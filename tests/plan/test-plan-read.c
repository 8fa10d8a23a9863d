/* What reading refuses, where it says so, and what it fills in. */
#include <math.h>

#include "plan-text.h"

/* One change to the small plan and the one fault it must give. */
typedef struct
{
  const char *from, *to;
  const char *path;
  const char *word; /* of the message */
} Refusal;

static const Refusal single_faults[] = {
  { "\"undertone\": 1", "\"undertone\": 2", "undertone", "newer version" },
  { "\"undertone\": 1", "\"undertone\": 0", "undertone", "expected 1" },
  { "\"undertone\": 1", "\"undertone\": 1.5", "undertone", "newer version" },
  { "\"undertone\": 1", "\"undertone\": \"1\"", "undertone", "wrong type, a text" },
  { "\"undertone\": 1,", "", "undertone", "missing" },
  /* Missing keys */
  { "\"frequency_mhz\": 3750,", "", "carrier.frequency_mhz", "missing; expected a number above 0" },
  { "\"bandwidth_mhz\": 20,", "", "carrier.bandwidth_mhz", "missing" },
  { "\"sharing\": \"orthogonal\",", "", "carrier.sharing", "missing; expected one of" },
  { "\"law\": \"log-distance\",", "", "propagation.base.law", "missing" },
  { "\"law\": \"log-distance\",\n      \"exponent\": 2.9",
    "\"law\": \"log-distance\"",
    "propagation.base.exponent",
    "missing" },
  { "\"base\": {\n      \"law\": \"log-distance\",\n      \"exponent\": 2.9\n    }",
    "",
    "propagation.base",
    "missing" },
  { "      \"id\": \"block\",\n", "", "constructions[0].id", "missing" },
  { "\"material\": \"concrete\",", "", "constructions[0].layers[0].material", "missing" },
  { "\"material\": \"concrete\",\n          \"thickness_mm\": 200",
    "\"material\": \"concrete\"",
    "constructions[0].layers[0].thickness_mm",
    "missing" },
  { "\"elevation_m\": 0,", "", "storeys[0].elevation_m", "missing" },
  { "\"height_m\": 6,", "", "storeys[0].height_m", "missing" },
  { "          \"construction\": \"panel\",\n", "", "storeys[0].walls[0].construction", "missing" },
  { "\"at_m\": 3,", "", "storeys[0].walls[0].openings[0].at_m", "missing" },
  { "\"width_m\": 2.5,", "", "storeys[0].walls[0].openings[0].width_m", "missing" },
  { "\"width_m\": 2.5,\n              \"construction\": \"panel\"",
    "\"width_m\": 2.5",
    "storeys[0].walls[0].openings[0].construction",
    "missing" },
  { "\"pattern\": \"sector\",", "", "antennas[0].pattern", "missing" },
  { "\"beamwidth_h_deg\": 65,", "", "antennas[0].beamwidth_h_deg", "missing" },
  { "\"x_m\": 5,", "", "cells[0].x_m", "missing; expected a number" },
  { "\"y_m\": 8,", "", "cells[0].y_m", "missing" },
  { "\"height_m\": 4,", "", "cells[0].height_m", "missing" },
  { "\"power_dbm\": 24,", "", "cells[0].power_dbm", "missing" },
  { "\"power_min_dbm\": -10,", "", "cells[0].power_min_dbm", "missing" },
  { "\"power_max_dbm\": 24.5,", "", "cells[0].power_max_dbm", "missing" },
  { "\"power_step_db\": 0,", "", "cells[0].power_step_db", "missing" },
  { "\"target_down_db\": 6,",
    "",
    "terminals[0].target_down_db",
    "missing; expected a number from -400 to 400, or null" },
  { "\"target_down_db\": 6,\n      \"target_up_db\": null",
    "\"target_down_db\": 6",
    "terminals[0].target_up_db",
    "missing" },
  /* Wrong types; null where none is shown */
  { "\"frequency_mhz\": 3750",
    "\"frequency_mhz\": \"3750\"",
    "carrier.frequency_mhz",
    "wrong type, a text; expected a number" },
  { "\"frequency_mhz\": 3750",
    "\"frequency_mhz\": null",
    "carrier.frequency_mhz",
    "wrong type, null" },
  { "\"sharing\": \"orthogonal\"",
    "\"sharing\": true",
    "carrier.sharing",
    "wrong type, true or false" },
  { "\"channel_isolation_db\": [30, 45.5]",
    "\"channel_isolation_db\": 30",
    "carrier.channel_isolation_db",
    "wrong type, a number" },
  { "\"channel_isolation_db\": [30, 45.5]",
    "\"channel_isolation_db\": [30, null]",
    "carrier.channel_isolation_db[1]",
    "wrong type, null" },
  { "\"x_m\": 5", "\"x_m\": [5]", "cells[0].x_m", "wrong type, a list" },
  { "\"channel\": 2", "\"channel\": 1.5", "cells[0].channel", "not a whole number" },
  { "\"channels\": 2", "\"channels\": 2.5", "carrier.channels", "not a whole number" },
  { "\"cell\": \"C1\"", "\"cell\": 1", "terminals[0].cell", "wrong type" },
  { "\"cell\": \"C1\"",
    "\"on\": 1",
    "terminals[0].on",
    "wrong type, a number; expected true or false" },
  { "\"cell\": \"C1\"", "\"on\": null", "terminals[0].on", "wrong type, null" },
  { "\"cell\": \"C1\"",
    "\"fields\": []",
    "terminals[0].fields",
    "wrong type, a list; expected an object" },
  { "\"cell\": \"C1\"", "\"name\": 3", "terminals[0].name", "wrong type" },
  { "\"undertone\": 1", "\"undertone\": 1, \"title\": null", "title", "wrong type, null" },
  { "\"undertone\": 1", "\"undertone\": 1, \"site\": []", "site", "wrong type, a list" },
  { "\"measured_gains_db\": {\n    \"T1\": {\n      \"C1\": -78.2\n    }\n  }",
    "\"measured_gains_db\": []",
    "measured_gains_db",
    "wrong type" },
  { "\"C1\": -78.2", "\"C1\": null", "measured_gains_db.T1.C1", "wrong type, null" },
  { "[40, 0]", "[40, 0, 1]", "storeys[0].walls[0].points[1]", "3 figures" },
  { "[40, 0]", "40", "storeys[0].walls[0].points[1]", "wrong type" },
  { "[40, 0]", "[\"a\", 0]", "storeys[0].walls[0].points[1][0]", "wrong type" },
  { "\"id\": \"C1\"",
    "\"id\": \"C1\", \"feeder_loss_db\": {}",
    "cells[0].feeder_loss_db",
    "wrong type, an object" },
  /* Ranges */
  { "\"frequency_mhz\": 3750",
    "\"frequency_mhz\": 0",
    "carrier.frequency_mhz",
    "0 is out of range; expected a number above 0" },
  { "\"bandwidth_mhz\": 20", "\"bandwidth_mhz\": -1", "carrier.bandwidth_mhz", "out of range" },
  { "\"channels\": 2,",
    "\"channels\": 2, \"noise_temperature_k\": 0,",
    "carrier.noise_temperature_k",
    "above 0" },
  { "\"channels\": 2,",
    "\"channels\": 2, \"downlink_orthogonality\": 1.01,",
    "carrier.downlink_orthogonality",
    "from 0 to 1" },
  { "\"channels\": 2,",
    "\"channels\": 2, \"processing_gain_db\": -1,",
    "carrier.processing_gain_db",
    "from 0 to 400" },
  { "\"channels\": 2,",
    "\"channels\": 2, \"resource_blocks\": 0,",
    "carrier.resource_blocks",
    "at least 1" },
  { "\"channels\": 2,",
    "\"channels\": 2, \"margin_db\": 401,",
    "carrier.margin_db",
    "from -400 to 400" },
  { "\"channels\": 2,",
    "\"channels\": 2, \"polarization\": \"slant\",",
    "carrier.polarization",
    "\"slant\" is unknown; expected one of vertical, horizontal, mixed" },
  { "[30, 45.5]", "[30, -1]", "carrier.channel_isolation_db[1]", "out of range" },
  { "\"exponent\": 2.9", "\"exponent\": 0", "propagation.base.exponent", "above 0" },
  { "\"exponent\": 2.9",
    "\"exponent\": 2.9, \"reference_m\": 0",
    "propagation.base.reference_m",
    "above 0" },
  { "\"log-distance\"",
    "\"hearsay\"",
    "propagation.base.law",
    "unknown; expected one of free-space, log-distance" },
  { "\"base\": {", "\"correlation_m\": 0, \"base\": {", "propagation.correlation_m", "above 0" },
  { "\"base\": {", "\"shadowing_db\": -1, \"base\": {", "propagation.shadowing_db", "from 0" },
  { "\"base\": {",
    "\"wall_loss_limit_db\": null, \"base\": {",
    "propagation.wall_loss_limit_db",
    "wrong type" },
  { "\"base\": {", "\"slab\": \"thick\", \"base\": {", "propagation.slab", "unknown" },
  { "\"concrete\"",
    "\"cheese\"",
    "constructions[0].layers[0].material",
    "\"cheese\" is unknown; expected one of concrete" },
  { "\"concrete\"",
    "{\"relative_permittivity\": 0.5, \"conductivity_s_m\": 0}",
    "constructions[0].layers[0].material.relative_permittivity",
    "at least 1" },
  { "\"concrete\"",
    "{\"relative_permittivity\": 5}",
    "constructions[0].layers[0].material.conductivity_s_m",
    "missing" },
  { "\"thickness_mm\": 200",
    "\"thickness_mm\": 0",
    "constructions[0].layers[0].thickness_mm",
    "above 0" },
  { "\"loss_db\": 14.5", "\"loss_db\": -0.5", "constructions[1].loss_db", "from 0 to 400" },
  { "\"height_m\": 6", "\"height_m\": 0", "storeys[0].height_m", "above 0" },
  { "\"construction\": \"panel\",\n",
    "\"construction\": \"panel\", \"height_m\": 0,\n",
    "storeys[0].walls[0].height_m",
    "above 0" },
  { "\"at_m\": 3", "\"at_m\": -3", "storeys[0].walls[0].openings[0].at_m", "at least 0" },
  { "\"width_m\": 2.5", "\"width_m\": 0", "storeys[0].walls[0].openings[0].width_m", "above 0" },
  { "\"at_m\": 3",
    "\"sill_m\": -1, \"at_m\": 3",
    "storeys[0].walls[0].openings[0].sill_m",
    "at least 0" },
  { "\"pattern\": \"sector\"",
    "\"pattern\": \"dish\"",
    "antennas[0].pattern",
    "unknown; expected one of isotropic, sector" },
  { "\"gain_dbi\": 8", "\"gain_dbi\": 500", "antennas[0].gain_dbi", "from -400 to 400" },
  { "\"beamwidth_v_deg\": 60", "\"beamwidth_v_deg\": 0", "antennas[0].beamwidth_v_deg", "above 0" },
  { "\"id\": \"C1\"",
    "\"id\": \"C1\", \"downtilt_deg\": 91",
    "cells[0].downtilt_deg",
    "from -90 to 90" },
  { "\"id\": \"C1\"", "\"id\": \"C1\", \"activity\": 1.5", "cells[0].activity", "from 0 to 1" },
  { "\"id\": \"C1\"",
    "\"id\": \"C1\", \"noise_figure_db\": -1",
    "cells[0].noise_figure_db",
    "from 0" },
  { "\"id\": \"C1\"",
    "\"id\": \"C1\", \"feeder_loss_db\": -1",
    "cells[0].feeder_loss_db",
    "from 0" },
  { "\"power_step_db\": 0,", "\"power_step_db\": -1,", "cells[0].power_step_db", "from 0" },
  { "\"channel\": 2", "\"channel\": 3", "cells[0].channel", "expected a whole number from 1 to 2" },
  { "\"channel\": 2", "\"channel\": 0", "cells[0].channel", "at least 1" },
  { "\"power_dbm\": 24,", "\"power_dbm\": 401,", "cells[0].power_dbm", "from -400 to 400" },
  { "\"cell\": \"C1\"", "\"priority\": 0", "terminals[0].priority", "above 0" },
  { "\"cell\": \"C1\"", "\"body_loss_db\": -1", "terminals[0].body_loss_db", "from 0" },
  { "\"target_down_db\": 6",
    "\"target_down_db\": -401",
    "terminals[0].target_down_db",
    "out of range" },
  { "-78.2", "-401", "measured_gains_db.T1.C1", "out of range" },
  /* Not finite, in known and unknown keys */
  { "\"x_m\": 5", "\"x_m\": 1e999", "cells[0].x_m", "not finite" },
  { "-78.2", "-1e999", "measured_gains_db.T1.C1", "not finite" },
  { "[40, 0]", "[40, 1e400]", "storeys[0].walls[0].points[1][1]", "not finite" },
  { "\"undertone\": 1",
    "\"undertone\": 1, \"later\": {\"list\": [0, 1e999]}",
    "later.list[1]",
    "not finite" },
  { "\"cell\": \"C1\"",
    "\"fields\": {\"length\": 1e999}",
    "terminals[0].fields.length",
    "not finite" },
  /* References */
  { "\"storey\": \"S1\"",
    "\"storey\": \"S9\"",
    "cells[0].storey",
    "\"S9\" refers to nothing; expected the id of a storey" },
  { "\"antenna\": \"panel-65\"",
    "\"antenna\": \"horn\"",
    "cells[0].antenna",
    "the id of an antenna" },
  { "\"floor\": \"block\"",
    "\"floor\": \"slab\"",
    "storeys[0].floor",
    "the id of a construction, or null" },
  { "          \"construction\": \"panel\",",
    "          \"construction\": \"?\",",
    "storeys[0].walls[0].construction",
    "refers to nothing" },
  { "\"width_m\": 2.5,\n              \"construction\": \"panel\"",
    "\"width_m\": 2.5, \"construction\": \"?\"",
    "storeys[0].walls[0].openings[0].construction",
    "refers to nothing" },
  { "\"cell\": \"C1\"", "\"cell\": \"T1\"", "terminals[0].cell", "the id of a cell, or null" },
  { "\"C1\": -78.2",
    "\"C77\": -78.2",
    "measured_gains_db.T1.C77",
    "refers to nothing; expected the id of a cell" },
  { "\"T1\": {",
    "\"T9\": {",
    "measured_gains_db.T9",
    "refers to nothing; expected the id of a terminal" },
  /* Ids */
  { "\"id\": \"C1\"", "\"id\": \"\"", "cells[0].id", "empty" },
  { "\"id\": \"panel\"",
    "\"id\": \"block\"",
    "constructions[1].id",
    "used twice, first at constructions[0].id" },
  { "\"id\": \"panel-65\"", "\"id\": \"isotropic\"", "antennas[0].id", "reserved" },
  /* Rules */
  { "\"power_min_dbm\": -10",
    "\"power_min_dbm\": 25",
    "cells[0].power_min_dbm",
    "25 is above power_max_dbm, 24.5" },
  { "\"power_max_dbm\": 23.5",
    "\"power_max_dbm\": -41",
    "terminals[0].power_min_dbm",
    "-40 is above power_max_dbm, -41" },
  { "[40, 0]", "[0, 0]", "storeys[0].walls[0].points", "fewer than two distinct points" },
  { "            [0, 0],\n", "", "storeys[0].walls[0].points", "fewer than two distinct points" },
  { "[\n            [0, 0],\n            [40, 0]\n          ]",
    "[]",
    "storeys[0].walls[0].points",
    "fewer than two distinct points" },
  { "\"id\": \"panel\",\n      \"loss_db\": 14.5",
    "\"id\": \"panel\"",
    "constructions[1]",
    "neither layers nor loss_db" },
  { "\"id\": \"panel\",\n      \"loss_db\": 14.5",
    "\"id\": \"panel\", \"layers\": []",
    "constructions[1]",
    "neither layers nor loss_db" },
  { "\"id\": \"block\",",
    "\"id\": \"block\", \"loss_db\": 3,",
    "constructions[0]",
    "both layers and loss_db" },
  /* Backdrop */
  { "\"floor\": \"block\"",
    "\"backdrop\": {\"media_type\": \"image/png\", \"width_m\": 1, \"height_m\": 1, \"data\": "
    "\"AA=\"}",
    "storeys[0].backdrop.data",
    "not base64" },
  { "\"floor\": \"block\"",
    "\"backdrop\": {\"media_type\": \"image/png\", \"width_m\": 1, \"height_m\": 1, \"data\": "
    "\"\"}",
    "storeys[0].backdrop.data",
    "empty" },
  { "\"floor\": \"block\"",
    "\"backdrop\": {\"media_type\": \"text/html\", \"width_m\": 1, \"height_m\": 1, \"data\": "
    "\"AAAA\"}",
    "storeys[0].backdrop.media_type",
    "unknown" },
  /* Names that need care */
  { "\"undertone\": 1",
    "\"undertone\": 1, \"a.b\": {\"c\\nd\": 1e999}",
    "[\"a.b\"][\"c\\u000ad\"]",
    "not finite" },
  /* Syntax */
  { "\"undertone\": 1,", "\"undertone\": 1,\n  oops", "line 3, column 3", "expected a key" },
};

○ ○ ○ ○ ○ ○ ○

Set down only the line containing "twice, first at" and the lines after it through the end, exactly as they appear above.

    "used twice, first at constructions[0].id" },
  { "\"id\": \"panel-65\"", "\"id\": \"isotropic\"", "antennas[0].id", "reserved" },
  /* Rules */
  { "\"power_min_dbm\": -10",
    "\"power_min_dbm\": 25",
    "cells[0].power_min_dbm",
    "25 is above power_max_dbm, 24.5" },
  { "\"power_max_dbm\": 23.5",
    "\"power_max_dbm\": -41",
    "terminals[0].power_min_dbm",
    "-40 is above power_max_dbm, -41" },
  { "[40, 0]", "[0, 0]", "storeys[0].walls[0].points", "fewer than two distinct points" },
  { "            [0, 0],\n", "", "storeys[0].walls[0].points", "fewer than two distinct points" },
  { "[\n            [0, 0],\n            [40, 0]\n          ]",
    "[]",
    "storeys[0].walls[0].points",
    "fewer than two distinct points" },
  { "\"id\": \"panel\",\n      \"loss_db\": 14.5",
    "\"id\": \"panel\"",
    "constructions[1]",
    "neither layers nor loss_db" },
  { "\"id\": \"panel\",\n      \"loss_db\": 14.5",
    "\"id\": \"panel\", \"layers\": []",
    "constructions[1]",
    "neither layers nor loss_db" },
  { "\"id\": \"block\",",
    "\"id\": \"block\", \"loss_db\": 3,",
    "constructions[0]",
    "both layers and loss_db" },
  /* Backdrop */
  { "\"floor\": \"block\"",
    "\"backdrop\": {\"media_type\": \"image/png\", \"width_m\": 1, \"height_m\": 1, \"data\": "
    "\"AA=\"}",
    "storeys[0].backdrop.data",
    "not base64" },
  { "\"floor\": \"block\"",
    "\"backdrop\": {\"media_type\": \"image/png\", \"width_m\": 1, \"height_m\": 1, \"data\": "
    "\"\"}",
    "storeys[0].backdrop.data",
    "empty" },
  { "\"floor\": \"block\"",
    "\"backdrop\": {\"media_type\": \"text/html\", \"width_m\": 1, \"height_m\": 1, \"data\": "
    "\"AAAA\"}",
    "storeys[0].backdrop.media_type",
    "unknown" },
  /* Names that need care */
  { "\"undertone\": 1",
    "\"undertone\": 1, \"a.b\": {\"c\\nd\": 1e999}",
    "[\"a.b\"][\"c\\u000ad\"]",
    "not finite" },
  /* Syntax */
  { "\"undertone\": 1,", "\"undertone\": 1,\n  oops", "line 3, column 3", "expected a key" },
};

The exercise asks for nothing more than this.